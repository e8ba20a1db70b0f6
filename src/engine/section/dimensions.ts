export const SECTION_SHAPES = ['i', 'channel', 'rhs', 'shs', 'chs', 'rectangle', 'round'] as const;
export type SectionShape = (typeof SECTION_SHAPES)[number];

/** Rolled I or H with parallel flanges: depth, width, web, flange, root radius. */
export type IDimensions = { shape: 'i'; h: number; b: number; tw: number; tf: number; r: number };
/** Channel with parallel flanges; a taper of the flanges is ignored: give the mean flange thickness. */
export type ChannelDimensions = { shape: 'channel'; h: number; b: number; tw: number; tf: number; r: number };
/** Rectangular or square tube: wall, outer and inner corner radius. */
export type TubeDimensions = {
  shape: 'rhs' | 'shs';
  h: number;
  b: number;
  t: number;
  ro: number;
  ri: number;
};
type RoundTubeDimensions = { shape: 'chs'; d: number; t: number };
/** Solid rectangle: sawn timber, glued laminated timber, bar. */
type RectangleDimensions = { shape: 'rectangle'; h: number; b: number };
type RoundBarDimensions = { shape: 'round'; d: number };

/** What is measured of a section, in m. h is along the web (or upright), b across it. */
export type SectionDimensions =
  | IDimensions
  | ChannelDimensions
  | TubeDimensions
  | RoundTubeDimensions
  | RectangleDimensions
  | RoundBarDimensions;

export const depthOf = (d: SectionDimensions): number => ('h' in d ? d.h : d.d);
export const widthOf = (d: SectionDimensions): number => ('b' in d ? d.b : d.d);

/** The thickness that decides the strength: the thicker of flange and web, since either may govern. */
export function governingThickness(d: SectionDimensions): number {
  if ('tf' in d) return Math.max(d.tf, d.tw);
  return 't' in d ? d.t : Math.min(depthOf(d), 'b' in d ? d.b : depthOf(d));
}

/** EN 10210 hot finished, EN 10219 cold formed, ASTM A500 cold formed. */
export const TUBE_STANDARDS = ['EN 10210', 'EN 10219', 'ASTM A500'] as const;
export type TubeStandard = (typeof TUBE_STANDARDS)[number];

const A500_DESIGN_WALL = 0.93; // AISC 360-16 B4.2: tubes to A500 are rolled to the lower tolerance of the wall

/**
 * The wall that properties are computed with: 0.93 of the nominal one for ASTM A500, else the nominal one.
 * (A tabulated US weight is of the nominal wall.)
 */
export const designWall = (nominal: number, standard: TubeStandard): number =>
  standard === 'ASTM A500' ? A500_DESIGN_WALL * nominal : nominal;

/** The wall that a design wall was made from. */
export const nominalWall = (design: number, standard: TubeStandard): number =>
  standard === 'ASTM A500' ? design / A500_DESIGN_WALL : design;

/**
 * Corner radii for calculation. EN 10210-2:2006 Annex B: 1.5 t and 1.0 t. EN 10219-2:2006 Annex B: 2.0, 2.5, 3.0 t
 * outside up to 6, up to 10 and over 10 mm, and t less inside. ASTM A500: 2.0 t outside, as the AISC tables.
 */
export function cornerRadii(t: number, standard: TubeStandard): { ro: number; ri: number } {
  if (standard === 'EN 10210') return { ro: 1.5 * t, ri: t };
  const ratio = standard === 'ASTM A500' || t <= 0.006 ? 2 : t <= 0.01 ? 2.5 : 3;
  return { ro: ratio * t, ri: (ratio - 1) * t };
}

/** A square or rectangular tube from its outside sizes and nominal wall. */
export function tube(h: number, b: number, nominalWall: number, standard: TubeStandard): TubeDimensions {
  const t = designWall(nominalWall, standard);
  return { shape: h === b ? 'shs' : 'rhs', h, b, t, ...cornerRadii(t, standard) };
}

export type DimensionFault = { dimension: string; message: string };

const positive = (entries: readonly (readonly [string, number])[]): DimensionFault[] =>
  entries
    .filter(([, value]) => !(value > 0 && Number.isFinite(value))) // !(>) also catches NaN
    .map(([dimension]) => ({ dimension, message: `${dimension} must be more than 0` }));

function flangedFaults(d: IDimensions | ChannelDimensions): DimensionFault[] {
  const faults = positive([
    ['h', d.h],
    ['b', d.b],
    ['tw', d.tw],
    ['tf', d.tf],
  ]);
  if (!(d.r >= 0)) faults.push({ dimension: 'r', message: 'r must not be negative' });
  if (faults.length > 0) return faults;
  if (2 * (d.tf + d.r) >= d.h)
    faults.push({ dimension: 'h', message: 'flanges and root radii fill the depth' });
  const roots = d.shape === 'i' ? 2 : 1;
  if (d.tw + roots * d.r > d.b) {
    faults.push({ dimension: 'b', message: 'web and root radii are wider than the flange' });
  }
  return faults;
}

function tubeFaults(d: TubeDimensions): DimensionFault[] {
  const faults = positive([
    ['h', d.h],
    ['b', d.b],
    ['t', d.t],
  ]);
  const least = Math.min(d.h, d.b);
  if (2 * d.t >= least) faults.push({ dimension: 't', message: 'the walls fill the tube' });
  if (!(d.ro >= 0 && d.ri >= 0 && 2 * d.ro <= least && 2 * (d.ri + d.t) <= least)) {
    faults.push({ dimension: 'ro', message: 'the corner radii do not fit into the tube' });
  }
  return faults;
}

/** Why a section with these dimensions cannot exist; empty where it can. */
export function dimensionFaults(d: SectionDimensions): DimensionFault[] {
  switch (d.shape) {
    case 'i':
    case 'channel':
      return flangedFaults(d);
    case 'rhs':
    case 'shs':
      return tubeFaults(d);
    case 'chs': {
      const faults = positive([
        ['d', d.d],
        ['t', d.t],
      ]);
      return 2 * d.t > d.d ? [...faults, { dimension: 't', message: 'the walls fill the tube' }] : faults;
    }
    case 'rectangle':
      return positive([
        ['h', d.h],
        ['b', d.b],
      ]);
    case 'round':
      return positive([['d', d.d]]);
  }
}

export class ImpossibleSection extends Error {
  constructor(readonly faults: readonly DimensionFault[]) {
    super(faults.map((fault) => fault.message).join('; '));
    this.name = 'ImpossibleSection';
  }
}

◇ ◇ ◇ ◇ ◇ ◇ ◇

What is required: Could you return the lines in the entries above that contain "parallel"?

Answer below:
/** Rolled I or H with parallel flanges: depth, width, web, flange, root radius. */
/** Channel with parallel flanges; a taper of the flanges is ignored: give the mean flange thickness. */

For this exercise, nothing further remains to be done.